++++ Data for this exercise

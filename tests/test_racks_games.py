"""The snooker set-up and the carom starting position.

Sources: WPBSA *Official Rules*, section 2 (the position of the balls at the
start: reds in a triangle behind the pink, apex as close to the pink as
possible without touching; colours on their spots), and the UMB's starting
position for carom; both from memory of the rule books.
"""

from __future__ import annotations

import itertools
import math

import numpy as np
import pytest

from shotplan.equipment import TableSpec
from shotplan.errors import LayoutError
from shotplan.racks import rack
from shotplan.table import Table


def test_snooker_set_up():
    spec = TableSpec.preset("snooker")
    balls = rack("snooker", spec)
    d = spec.ball.diameter_m
    reds = {b: p for b, p in balls.items() if b.startswith("red")}
    assert len(reds) == 15 and len(balls) == 22
    spots = {s.name: (s.x, s.y) for s in spec.spots}
    for colour in ("yellow", "green", "brown", "blue", "pink", "black"):
        assert balls[colour] == pytest.approx(spots[colour])
    # A close triangle: every red touches at least two others (the apex two,
    # the rest more), and none overlaps.
    pts = np.array(list(reds.values()))
    dist = np.linalg.norm(pts[:, None] - pts[None], axis=2) + np.eye(15) * 9
    assert dist.min() == pytest.approx(d, abs=1e-12)
    assert ((np.abs(dist - d) < 1e-9).sum(axis=1) >= 2).all()
    # The apex red is behind the pink, close but not touching.
    gap = math.dist(balls["red1"], balls["pink"]) - d
    assert 0 < gap <= 0.002
    # Every ball lies legally and no two overlap.
    table = Table(spec)
    all_pts = np.array(list(balls.values()))
    assert table.is_legal(all_pts).all()
    for a, b in itertools.combinations(all_pts, 2):
        assert math.dist(a, b) >= d - 1e-12
    # The cue ball is in the D: behind the baulk line, within its radius of brown.
    cx, cy = balls["cue"]
    assert cx < spec.baulk_line_x_m
    assert math.dist((cx, cy), spots["brown"]) <= spec.d_radius_m


def test_carom_start():
    spec = TableSpec.preset("carom")
    balls = rack("carom", spec)
    spots = {s.name: (s.x, s.y) for s in spec.spots}
    assert balls["red"] == pytest.approx(spots["foot spot"])
    assert balls["yellow"] == pytest.approx(spots["head spot"])
    # the cue ball on the head string beside the head spot
    assert balls["cue"][0] == pytest.approx(spots["head spot"][0])
    assert abs(balls["cue"][1] - spots["head spot"][1]) == pytest.approx(0.1524)


def test_set_ups_refuse_the_wrong_table():
    with pytest.raises(LayoutError, match="snooker table"):
        rack("snooker", TableSpec.preset("pool-9ft"))
    with pytest.raises(LayoutError, match="carom table"):
        rack("carom", TableSpec.preset("snooker"))


def test_a_carom_cloth_has_no_head_string():
    # A carom cloth is marked with its spots only (common practice, no
    # source); the pool head string and the snooker baulk line stay where
    # they belong.
    names = {n for n, _a, _b in Table(TableSpec.preset("carom")).strings()}
    assert "head string" not in names
    assert "head string" in {n for n, _a, _b in Table(TableSpec.preset("pool-9ft")).strings()}
    assert "baulk line" in {n for n, _a, _b in Table(TableSpec.preset("snooker")).strings()}


def test_the_view_sets_up_each_game_and_refuses_the_wrong_table():
    # The view's set-up buttons: each set-up takes its game with it (the
    # proposals then follow its rules); a set-up for another kind of table
    # is refused with the rack's own one line.
    from shotplan.racks import new_layout
    from shotplan.view.state import ViewState

    st = ViewState(new_layout(TableSpec.preset("snooker")), None, "")
    assert st.set_rack("snooker")
    assert st.layout.game == "snooker" and len(st.layout.ball_ids) == 22
    with pytest.raises(LayoutError, match="pool tables"):
        st.set_rack("9-ball")
    carom = ViewState(new_layout(TableSpec.preset("carom")), None, "")
    assert carom.set_rack("carom") and carom.layout.game == "three-cushion"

++++++++

Nothing from before the line containing "from shotplan.racks import new_layout" should appear; copy that line and each one after it through the last line of the entries, exactly.

    from shotplan.racks import new_layout
    from shotplan.view.state import ViewState

    st = ViewState(new_layout(TableSpec.preset("snooker")), None, "")
    assert st.set_rack("snooker")
    assert st.layout.game == "snooker" and len(st.layout.ball_ids) == 22
    with pytest.raises(LayoutError, match="pool tables"):
        st.set_rack("9-ball")
    carom = ViewState(new_layout(TableSpec.preset("carom")), None, "")
    assert carom.set_rack("carom") and carom.layout.game == "three-cushion"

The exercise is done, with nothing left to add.